What symptoms does a lack of vitamin C have in women?

The lack of vitamin C can suppose a series of health symptomsbut among the symptoms of deficiency of this vitamin in women, the following stand out:

  • Fatigue: Vitamin C plays an important role in energy production in the body. A deficiency can lead to a general feeling of fatigue and weakness.
  • Muscular weakness: A lack of vitamin C can contribute to muscle weakness and difficulty performing physical activities.
  • Joint pain and tenderness: Vitamin C deficiency can cause joint pain and tenderness.
  • Gum problems: Gums can become swollen, tender, and prone to bleeding due to vitamin C deficiency. This can be an early symptom of scurvy.
  • Bleeding gums: A lack of vitamin C can lead to excessive bleeding from the gums, which can be painful and detrimental to oral health.
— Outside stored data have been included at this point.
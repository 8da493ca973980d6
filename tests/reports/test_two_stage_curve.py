"""Simon's two-stage design has no power curve over sizes (its stage rules fix n): the report
draws the chosen design's exact power against the true response rate instead, with the type I
error and the power marked, and says why. Demo data: Northbridge (the phase II example),
invented."""

from __future__ import annotations

import html
import re

import pytest
from scipy import stats

from service.reports.plots import curve_points, power_curve_svg
from service.reports.render import render_report
from tests.posted import SIMON, record_of, simon_posted
from tests.reports.reports_testkit import REQUEST


def _promising(n1: int, r1: int, n: int, r: int, p: float) -> float:
    """P(more than r1 of n1 respond, then more than r of all n) by scipy, summed by hand."""
    return sum(
        stats.binom.pmf(x1, n1, p) * stats.binom.sf(r - x1, n - n1, p)
        for x1 in range(r1 + 1, n1 + 1)
    )


def _page_text(record: dict, svg: str) -> str:
    page = render_report(REQUEST, record, curve_svg=svg)
    return re.sub(r"\s+", " ", html.unescape(re.sub(r"<[^>]+>", " ", page)))


def test_found_design_draws_its_exact_power_against_the_response_rate():
    record = record_of(SIMON)
    block = record["sample_size"]["details"]["two_stage"]
    # published: Simon (1989), Controlled Clin Trials 10:1, Table 1 (p0 .20, p1 .40, alpha .05,
    # power .80): the optimal design 3/13, 12/43; recomputed by the engine's enumeration.
    assert (block["r1"], block["n1"], block["r"], block["n"]) == (3, 13, 12, 43)
    points = curve_points(record)
    assert points["kind"] == "operating"
    assert points["x"][0] == 0.0 and points["x"][-1] == pytest.approx(0.6)
    assert len(points["x"]) >= 41 and None not in points["analytic"]  # a curve, not empty
    # general-purpose library: each point is scipy's two-stage sum at that rate
    for p, power in zip(points["x"][::8], points["analytic"][::8], strict=True):
        assert power == pytest.approx(_promising(13, 3, 43, 12, p), abs=1e-12)
    assert all(b >= a for a, b in zip(points["analytic"], points["analytic"][1:], strict=False))
    low, high = points["marks"]
    assert (low["x"], high["x"]) == (0.2, 0.4)
    assert low["power"] == pytest.approx(block["type_i_error"], abs=1e-12)
    assert high["power"] == pytest.approx(record["power"]["estimate"], abs=1e-12)
    assert low["label"] == f"uninteresting rate 0.2: type I error {block['type_i_error']:.4f}"
    assert high["label"] == f"rate worth pursuing 0.4: power {block['power']:.4f}"

    svg = power_curve_svg(points)
    for gid in ("analytic-curve", "rate-point-0", "rate-point-1", "target-line"):
        assert f'id="{gid}"' in svg, gid
    assert 'id="chosen-n"' not in svg
    assert "Power of the design r1/n1 = 3/13, r/n = 12/43 against the true response rate" in svg
    assert "True response rate" in svg

    text = _page_text(record, svg)
    assert (
        "The exact probability that the two-stage design (r1/n1 = 3/13, r/n = 12/43) calls the "
        "treatment promising, for each true response rate: at the uninteresting rate 0.2 it is "
        f"the type I error ({block['type_i_error']:.4f}), at the rate worth pursuing 0.4 the "
        f"power ({block['power']:.4f}). The design's size is fixed by its stage rules, so its "
        "power is drawn against the response rate, not against the enrolled size."
    ) in text
    assert "Power against the enrolled size" not in text


@pytest.mark.parametrize("method", ["analytic", "simulation"])
def test_posted_design_draws_its_own_curve(method):
    raw = simon_posted(18, 4, 33, 10, method=method)
    if method == "simulation":
        raw["simulation"] = {"replicates": 2000, "seed": 20261202}
    record = record_of(raw)
    points = curve_points(record)
    low, high = points["marks"]
    # published: Simon (1989), Table 1, the minimax design 4/18, 10/33 for p0 .20 / p1 .40;
    # its exact characteristics recomputed with scipy
    assert low["power"] == pytest.approx(_promising(18, 4, 33, 10, 0.2), abs=1e-12)
    assert high["power"] == pytest.approx(_promising(18, 4, 33, 10, 0.4), abs=1e-12)
    assert "r1/n1 = 4/18, r/n = 10/33" in points["title"]
    assert points["target_power"] is None
    text = _page_text(record, power_curve_svg(points))
    assert "so its power is drawn against the response rate" in text
    if method == "simulation":
        assert "The simulated power in the answer above estimates the exact power" in text
        assert "Simulated points show" not in text
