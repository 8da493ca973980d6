"""Helpers for the report tests: the normalized-question builder and invented demo inputs."""

import copy

from service.engine.designs import TESTS

_BASE = {
    "find": "sample_size",
    "alpha": 0.05,
    "sides": 2,
    "target_power": 0.8,
    "sample_size": None,
    "allocation_ratio": 1.0,
    "hypothesis": {"kind": "superiority", "margin": None, "higher_is_better": True},
    "adjustments": {"dropout": 0.0, "cluster": None, "comparisons": 1},
    "method": "analytic",
    "simulation": None,
}

_DEFAULT_FORMULA = {
    "two_means": "student",
    "paired_mean": "noncentral_t",
    "one_mean": "noncentral_t",
    "two_proportions": "pooled_z",
    "anova_oneway": "noncentral_f",
    "correlation": "fisher_z",
    "rank_sum": "noether",
    "survival_logrank": "schoenfeld",
}


def build_question(design: str, effect: dict, **overrides) -> dict:
    """A normalized question with the schema's defaults; nested dicts in overrides are merged."""
    q = copy.deepcopy(_BASE)
    q.update(design=design, effect=dict(effect), formula=_DEFAULT_FORMULA[design])
    for key, value in overrides.items():
        if isinstance(value, dict) and isinstance(q.get(key), dict):
            q[key] = {**q[key], **value}
        else:
            q[key] = value
    if q["method"] == "simulation":
        sim = {"replicates": 10000, "seed": 20261201, "test": None, "data": None,
               "decision_rule": "point", "chunk_size": 1000, "search_replicates": 2000}
        sim.update(q.get("simulation") or {})
        sim["test"] = sim["test"] or TESTS[design][0]
        q["simulation"] = sim
    return q


D_HALF = {"difference": 0.5, "sd_control": 1.0, "sd_treatment": 1.0}
# Control median 12 months -> hazard ln 2 / 12; accrual 24, extra follow-up 12 (REFERENCES.md).
SURVIVAL = {"hazard_ratio": 0.75, "hazard_control": 0.6931471805599453 / 12, "accrual_period": 24.0,
            "follow_up": 12.0, "loss_rate": 0.0}

# Invented demo request (Northbridge General Hospital research office); not real data.
REQUEST = {
    "id": "5f0c2d9e8a7b4c1d9e0f1a2b3c4d5e6f",
    "status": "computed",
    "protocol": {"id": "NGH-2025-014", "title": "Home blood-pressure coaching after discharge",
                 "version": "1.2", "principal_investigator": "Dr. A. Okafor"},
    "requester": {"name": "Maya Lindqvist", "email": "m.lindqvist@northbridge.example",
                  "department": "Cardiology research office"},
    "deadline": "2025-03-31",
    "context": {"effect_source": "the Northbridge pilot study of 2023"},
}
  • Anemia: Vitamin C improves the absorption of iron in the body. A deficiency can contribute to iron deficiency anemia, which is characterized by fatigue, weakness, and paleness.
  • Skin problems: Skin can become dry, rough, and prone to bruising easily. Wounds may also take longer to heal.
  • Changes in hair and nails: Hair can become brittle and nails can become weak and brittle due to a lack of vitamin C.
  • Mood swings and stress: Some studies suggest that vitamin C might have a role in regulating stress and mood. A deficiency could contribute to emotional problems and stress.
  • Immune system problems: Vitamin C is essential for a healthy immune system. Lack of this vitamin could make women more prone to infection and disease.